Sensitive, selective, and analytical improvements to a porous silicon gas sensor

Conductometric porous silicon gas sensors consisting of a sensitive surface layer which is conducive to the rapid and reversible transduction of sub-ppm levels of analyte gas have been developed. Several new fabrication and testing methods allow the detection of a number of analytes including CO (<5 ppm), NOx (<1 ppm), SO2 (<1 ppm), and NH3 (500 ppb). We outline a progression of fabrication techniques, including an HCl cleaning process, which allow the formation of much more efficient porous silicon sensors. Selectivity and enhanced sensitivity are developed using electroless metal deposition to form a gold or tin oxide nanostructured framework interacting with the nanopore-coated microporous surface. The ability to monitor sensor response in the presence of external noise sources is increased with the introduction of an FFT filtering technique.
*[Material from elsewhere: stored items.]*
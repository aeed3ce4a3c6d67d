using System.Globalization;
using System.Text.Json;
using FtEstimate.Cli;

namespace FtEstimate.Tests.Cli;

/// <summary>Small runs of the memory command.</summary>
internal static class MemoryRuns
{
    public static readonly string[] Small = ["memory", "--uniform", "1e-2", "--distance", "3,5", "--rounds", "3", "--shots", "3e3", "--decoder", "union-find", "--seed", "5"];

    public static Task<CommandRun> Of(params string[] more) => CommandRun.Of([.. Small, .. more]);

    /// <summary>Interrupts the run at its first line of progress.</summary>
    public static async Task<CommandRun> InterruptedOf(params string[] more)
    {
        using CancellationTokenSource interruption = new();
        using StringWriter output = new(CultureInfo.InvariantCulture);
        using InterruptingWriter error = new(interruption);
        int status = await App.RunAsync([.. Small, "--progress", .. more], output, error, interruption.Token);
        return new CommandRun(status, output.ToString(), error.ToString());
    }

    /// <summary>Shots and failures of each experiment in a file of figures.</summary>
    public static (long Shots, long Failures)[] CountsIn(string path)
    {
        using JsonDocument json = JsonDocument.Parse(File.ReadAllText(path));
        return [.. json.RootElement.GetProperty("experiments").EnumerateArray().Select(item => (item.GetProperty("shots").GetInt64(), item.GetProperty("failures").GetInt64()))];
    }

    private sealed class InterruptingWriter(CancellationTokenSource interruption) : StringWriter(CultureInfo.InvariantCulture)
    {
        public override void WriteLine(string? value)
        {
            base.WriteLine(value);
            interruption.Cancel();
        }
    }
}
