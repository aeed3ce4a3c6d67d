using FtEstimate.Cli;
using FtEstimate.Tests.Files;

namespace FtEstimate.Tests.Cli;

public sealed class OutputPlacesTests
{
    [Fact]
    public async Task Places_in_missing_folders_are_all_named_and_no_folder_is_made()
    {
        using TemporaryFolder folder = new();

        CommandRun run = await CommandRun.FirstReportWith(
            "--out", folder.At("a/r.md"), "--html", folder.At("b/r.html"), "--json", folder.At("c/r.json"));

        Assert.Equal((ExitStatus.WrongInput, ""), (run.Status, run.Output));
        Assert.Equal(3, run.Faults.Length);
        Assert.All(run.Faults, fault => Assert.EndsWith("cannot be written: its folder does not exist", fault, StringComparison.Ordinal));
        Assert.Empty(Directory.GetFileSystemEntries(folder.Root));
    }

    [Theory]
    [InlineData("--out")]
    [InlineData("--html")]
    [InlineData("--json")]
    public async Task A_place_below_a_file_is_a_fault(string option)
    {
        using TemporaryFolder folder = new();
        string file = folder.Write("plain.txt", "kept");

        CommandRun run = await CommandRun.FirstReportWith(option, Path.Combine(file, "r.x"));

        Assert.Equal(ExitStatus.WrongInput, run.Status);
        Assert.Contains("cannot be written", Assert.Single(run.Faults), StringComparison.Ordinal);
        Assert.Equal("kept", File.ReadAllText(file));
    }

    [Theory]
    [InlineData("--out")]
    [InlineData("--html")]
    [InlineData("--json")]
    public async Task A_folder_is_no_place_for_an_output(string option)
    {
        using TemporaryFolder folder = new();

        CommandRun run = await CommandRun.FirstReportWith(option, folder.Root);

        Assert.Equal(ExitStatus.WrongInput, run.Status);
        Assert.Equal([$"{folder.Root}: cannot be written: it is a folder"], run.Faults);
        Assert.Empty(Directory.GetFileSystemEntries(folder.Root));
    }

    [Fact]
    public async Task An_output_never_replaces_an_input()
    {
        using TemporaryFolder folder = new();
        const string text = "name = \"w\"\n[counts]\nlogical_qubits = 1\nlogical_layers = 1\n";
        string path = folder.Write("w.toml", text);

        CommandRun run = await CommandRun.Of("workload", path, "--out", folder.At("./w.toml"));

        Assert.Equal(ExitStatus.WrongInput, run.Status);
        Assert.EndsWith("cannot be written: it is an input of this report", Assert.Single(run.Faults), StringComparison.Ordinal);
        Assert.Equal(text, File.ReadAllText(path));
    }

    [Fact]
    public async Task Two_outputs_cannot_share_a_file()
    {
        using TemporaryFolder folder = new();

        CommandRun run = await CommandRun.FirstReportWith("--out", folder.At("r"), "--html", folder.At("./r"));

        Assert.Equal(ExitStatus.WrongInput, run.Status);
        Assert.Contains("cannot be written twice", Assert.Single(run.Faults), StringComparison.Ordinal);
        Assert.Empty(Directory.GetFileSystemEntries(folder.Root));
    }
}
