using FtEstimate.Cli;

namespace FtEstimate.Tests.Cli;

public sealed class CommandLineTests
{
    [Fact]
    public async Task Without_arguments_the_help_lists_the_commands()
    {
        CommandRun run = await CommandRun.Of();

        Assert.Equal((ExitStatus.Answer, ""), (run.Status, run.Error));
        Assert.All((string[])["report", "workload", "factories", "memory"], name => Assert.Contains($"\n  {name} ", run.Output.ReplaceLineEndings("\n"), StringComparison.Ordinal));
    }

    [Theory]
    [InlineData("report")]
    [InlineData("workload")]
    [InlineData("factories")]
    [InlineData("memory")]
    public async Task Every_command_explains_itself(string command)
    {
        CommandRun run = await CommandRun.Of(command, "--help");

        Assert.Equal((ExitStatus.Answer, ""), (run.Status, run.Error));
        Assert.All((string[])["--out", "--html", "--json", "--set"], option => Assert.Contains(option, run.Output, StringComparison.Ordinal));
    }

    [Theory]
    [InlineData("reprot")]
    [InlineData("report")]
    [InlineData("workload")]
    [InlineData("report", "a.toml", "b.toml")]
    [InlineData("report", "a.toml", "--otu", "r.md")]
    [InlineData("report", "a.toml", "--out")]
    [InlineData("report", "a.toml", "--set")]
    [InlineData("report", "@a.toml")]
    [InlineData("report", "")]
    [InlineData("--frobnicate")]
    public async Task A_wrong_command_line_is_explained_on_standard_error_only(params string[] args)
    {
        CommandRun run = await CommandRun.Of(args);

        Assert.Equal((ExitStatus.WrongInput, ""), (run.Status, run.Output));
        Assert.NotEmpty(run.Error.Trim());
        Assert.DoesNotContain("   at ", run.Error, StringComparison.Ordinal);
    }

    [Fact]
    public async Task A_misspelt_command_brings_the_nearest_one() =>
        Assert.Contains("report", (await CommandRun.Of("reprot")).Error, StringComparison.Ordinal);
}
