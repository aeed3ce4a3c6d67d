using System.Text.Json;
using FtEstimate.Cli;
using FtEstimate.Tests.Files;

namespace FtEstimate.Tests.Cli;

public sealed class WorkloadCommandTests
{
    private static readonly string SpinLattice = RepositoryFiles.At("scenarios", "workloads", "spin-lattice.toml");

    // 10 × 10 sites, 180 bonds on an open lattice, 500 second-order steps: 500 × (180 + 100) rotations, up to the first and last half-step
    [Fact]
    public async Task The_lattice_has_a_qubit_a_site_and_a_rotation_a_term_and_step()
    {
        using TemporaryFolder folder = new();

        CommandRun run = await CommandRun.Of("workload", SpinLattice, "--json", folder.At("w.json"));

        Assert.Equal((ExitStatus.Answer, ""), (run.Status, run.Error));
        using JsonDocument json = JsonDocument.Parse(File.ReadAllText(folder.At("w.json")));
        Assert.Equal(100, json.RootElement.GetProperty("logical_qubits").GetDouble());
        Assert.InRange(json.RootElement.GetProperty("rotations").GetDouble(), 140_000, 140_180);
        Assert.NotEqual(0, json.RootElement.GetProperty("derivations").GetArrayLength());
        Assert.Contains("## Where the numbers come from", run.Output, StringComparison.Ordinal);
    }

    [Fact]
    public async Task A_setting_changes_the_workload()
    {
        CommandRun run = await CommandRun.Of("workload", SpinLattice, "--set", "workload.generate.rows=20");

        Assert.Matches(@"\| Logical qubits +\| 200 ", run.Output);
    }

    [Fact]
    public async Task A_scenario_is_no_workload()
    {
        CommandRun run = await CommandRun.Of("workload", CommandRun.FirstReport);

        Assert.Equal((ExitStatus.WrongInput, ""), (run.Status, run.Output));
        Assert.Contains(run.Faults, fault => fault.EndsWith("workload: missing table; expected [counts] or [generate]", StringComparison.Ordinal));
    }
}
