using System.Diagnostics;
using System.Text;
using FtEstimate.Cli;
using FtEstimate.Tests.Files;

namespace FtEstimate.Tests.Cli;

/// <summary>Wrong input: exit status 2, every fault at once on standard error, nothing written.</summary>
public sealed class BadInputTests
{
    private const string Machine = "machines/brindle-fell.toml";
    private const string Scenario = "first-report.toml";

    [Theory]
    [InlineData(Machine, "cz_error =", "cz_eror = 1e-3", "machine.gates.cz_eror: unknown key; did you mean cz_error?")]
    [InlineData(Machine, "cz_time_us =", "cz_time_ns = 270", "machine.gates.cz_time_ns: unknown key; the unit is part of the key: did you mean cz_time_us = 0.27?")]
    [InlineData(Machine, "cz_time_us =", "cz_time_us = \"fast\"", "machine.gates.cz_time_us: expected a number greater than 0, found the text \"fast\"")]
    [InlineData(Machine, "cz_time_us =", "cz_time_us = nan", "machine.gates.cz_time_us: expected a number greater than 0, found NaN")]
    [InlineData(Machine, "cz_time_us =", "cz_time_us = inf", "machine.gates.cz_time_us: expected a number greater than 0, found Infinity")]
    [InlineData(Machine, "cz_time_us =", "cz_time_us = -0.27", "machine.gates.cz_time_us: expected a number greater than 0, found -0.27")]
    [InlineData(Machine, "cz_time_us =", "cz_time_us = 0,27", "one key or table per line; nothing more was expected here")]
    [InlineData(Machine, "cz_time_us =", "cz_time_us = 0.27\ncz_time_us = 0.28", "duplicate key: cz_time_us stands already on line")]
    [InlineData(Scenario, "failure_probability =", "failure_probability = 1.5", "goal.failure_probability: expected a number greater than 0 and at most 0.99, found 1.5")]
    [InlineData(Scenario, "machine =", "machine = \"machines/brindle-hill.toml\"", "no such file")]
    [InlineData(Scenario, "machine =", "machine = \"first-report.toml\"", "names a file that is already read here")]
    [InlineData(Scenario, "machine =", "machine = \"machines\"", "this is a folder, not a file")]
    public async Task A_fault_in_a_file_is_named_with_its_line_and_nothing_is_written(string file, string start, string changed, string expected)
    {
        using TemporaryFolder folder = new();
        CopyScenario(folder);
        int line = ChangeLine(folder.At(file), start, changed);

        CommandRun run = await ReportIntoOldFiles(folder, folder.At(Scenario));

        // a second line stands one below
        Assert.Contains(run.Faults, fault => fault.Contains(expected, StringComparison.Ordinal)
            && fault.StartsWith(FormattableString.Invariant($"{folder.At(file)}({line + changed.Count(letter => letter == '\n')},"), StringComparison.Ordinal));
    }

    [Fact]
    public async Task Faults_of_all_files_and_settings_and_outputs_come_at_once()
    {
        using TemporaryFolder folder = new();
        CopyScenario(folder);
        ChangeLine(folder.At(Scenario), "prefer =", "prefers = 1");
        ChangeLine(folder.At(Machine), "cz_error =", "cz_eror = 1e-3");
        ChangeLine(folder.At(Machine), "banks =", "banks = 3");
        ChangeLine(folder.At("workloads/spin-lattice.toml"), "rows =", "rows = -10");

        CommandRun run = await ReportIntoOldFiles(folder, folder.At(Scenario), "--set", "machine.gates.cz_loss=2", "--json", folder.At("nowhere/r.json"));

        // the misspelt cz_error counts once, not as a missing key too
        Assert.All(
            (string[])["goal.prefers", "cz_eror", "banks", "workload.generate.rows", "--set: machine.gates.cz_loss", "its folder does not exist"],
            expected => Assert.Single(run.Faults, line => line.Contains(expected, StringComparison.Ordinal)));
        Assert.Contains($"{run.Faults.Length} faults; nothing was computed.", run.Error, StringComparison.Ordinal);
    }

    [Fact]
    public async Task A_missing_scenario_is_a_fault()
    {
        using TemporaryFolder folder = new();
        Assert.Equal([$"{folder.At("nothing.toml")}: no such file"], (await ReportIntoOldFiles(folder, folder.At("nothing.toml"))).Faults);
    }

    [Fact]
    public async Task A_folder_is_no_scenario()
    {
        using TemporaryFolder folder = new();
        Assert.Equal([$"{folder.Root}: this is a folder, not a file"], (await ReportIntoOldFiles(folder, folder.Root)).Faults);
    }

    [Fact]
    public async Task An_empty_file_is_no_scenario()
    {
        using TemporaryFolder folder = new();
        string path = folder.Write("s.toml", "");
        Assert.Equal([$"{path}: the file is empty"], (await ReportIntoOldFiles(folder, path)).Faults);
    }

    [Fact]
    public async Task A_binary_file_is_no_scenario()
    {
        using TemporaryFolder folder = new();
        string path = folder.Write("s.toml", [0x7F, (byte)'E', (byte)'L', (byte)'F', 0, 0, 0xFF, 0xFE]);
        Assert.Equal([$"{path}: this is a binary file; expected TOML text"], (await ReportIntoOldFiles(folder, path)).Faults);
    }

    [Fact]
    public async Task A_huge_file_is_refused_at_once()
    {
        using TemporaryFolder folder = new();
        string path = folder.Write("s.toml", new byte[10 << 20]);
        Stopwatch watch = Stopwatch.StartNew();

        CommandRun run = await ReportIntoOldFiles(folder, path);

        // a person waits a second without wondering; it takes a few milliseconds
        Assert.InRange(watch.Elapsed.TotalSeconds, 0, 1);
        Assert.EndsWith("the file is larger than 1 MiB; input files are short texts", Assert.Single(run.Faults), StringComparison.Ordinal);
    }

    [Theory]
    [InlineData("a = 1\n")]
    [InlineData("= \n")]
    [InlineData("a =\n[\n")]
    [InlineData("[[x]]\n")]
    [InlineData("\"")]
    [InlineData("{[")]
    [InlineData("a.")]
    public async Task The_largest_file_that_is_read_is_judged_quickly_whatever_nonsense_it_repeats(string nonsense)
    {
        using TemporaryFolder folder = new();
        string text = new StringBuilder().Insert(0, nonsense, 1_000_000 / Encoding.UTF8.GetByteCount(nonsense)).ToString();
        string path = folder.Write("s.toml", text);
        Stopwatch watch = Stopwatch.StartNew();

        CommandRun run = await ReportIntoOldFiles(folder, path);

        // it takes a tenth of a second; the bound leaves room for a busy machine and still catches quadratic work
        Assert.InRange(watch.Elapsed.TotalSeconds, 0, 5);
        Assert.InRange(run.Faults.Length, 1, 210);
    }

    [Theory]
    [InlineData("machine.gates.cz_error")]
    [InlineData("=1")]
    [InlineData("machine.gates.cz_error=")]
    [InlineData("machine.gates.cz_error=1,5e-3")]
    [InlineData("machine.gates.cz_error=nan")]
    [InlineData("machine.gates.cz_error=0.1.2")]
    [InlineData("machine.gates.cz_error={ likely = 1e-3")]
    [InlineData("machine.gates=5")]
    [InlineData("machine.gates.cz_error.x=5")]
    [InlineData("machine.readout.use=nothing-like-that")]
    [InlineData("machine=nowhere.toml")]
    [InlineData("goal.prefer=cheapest")]
    [InlineData("...=1")]
    public async Task A_setting_that_cannot_be_is_a_fault(string setting)
    {
        using TemporaryFolder folder = new();

        CommandRun run = await ReportIntoOldFiles(folder, CommandRun.FirstReport, "--set", setting);

        Assert.All(run.Faults, fault => Assert.StartsWith("--set: ", fault, StringComparison.Ordinal));
    }

    /// <summary>Asks for all three outputs where old files stand, and holds the run to what every wrong input must give.</summary>
    private static async Task<CommandRun> ReportIntoOldFiles(TemporaryFolder folder, string scenario, params string[] more)
    {
        string[] outputs = [folder.At("r.md"), folder.At("r.html"), folder.At("r.json")];
        Array.ForEach(outputs, path => File.WriteAllText(path, "old"));
        string[] before = Directory.GetFileSystemEntries(folder.Root);
        string[] figures = more.Contains("--json") ? [] : ["--json", outputs[2]];

        CommandRun run = await CommandRun.Of(["report", scenario, "--out", outputs[0], "--html", outputs[1], .. figures, .. more]);

        Assert.Equal(ExitStatus.WrongInput, run.Status);
        Assert.Empty(run.Output);
        Assert.NotEmpty(run.Faults);
        Assert.DoesNotContain("   at ", run.Error, StringComparison.Ordinal);
        Assert.DoesNotContain("Exception", run.Error, StringComparison.Ordinal);
        Assert.All(outputs, path => Assert.Equal("old", File.ReadAllText(path)));
        Assert.Equal(before.Order(StringComparer.Ordinal), Directory.GetFileSystemEntries(folder.Root).Order(StringComparer.Ordinal));
        return run;
    }

    private static void CopyScenario(TemporaryFolder folder)
    {
        foreach (string name in (string[])[Scenario, Machine, "workloads/spin-lattice.toml"])
        {
            folder.Write(name, File.ReadAllText(RepositoryFiles.At(["scenarios", .. name.Split('/')])).ReplaceLineEndings("\n"));
        }
    }

    /// <summary>Replaces the one line that starts like that; gives its number.</summary>
    private static int ChangeLine(string path, string start, string changed)
    {
        string[] lines = File.ReadAllLines(path);
        int index = Array.IndexOf(lines, lines.Single(line => line.StartsWith(start, StringComparison.Ordinal)));
        lines[index] = changed;
        File.WriteAllLines(path, lines);
        return index + 1;
    }
}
These studies present the first detection of CO with a porous silicon sensor as well as a considerable improvement in the sensitivity to NH3. It is suggested that a diffusion-based model can be used to parameterize the response of the sensors. We demonstrate several applications of these sensors to the monitoring of gas mixtures as exemplified by the NH3/NOx system. The potential for these sensors in arrayed configurations with integrated CMOS devices is considered.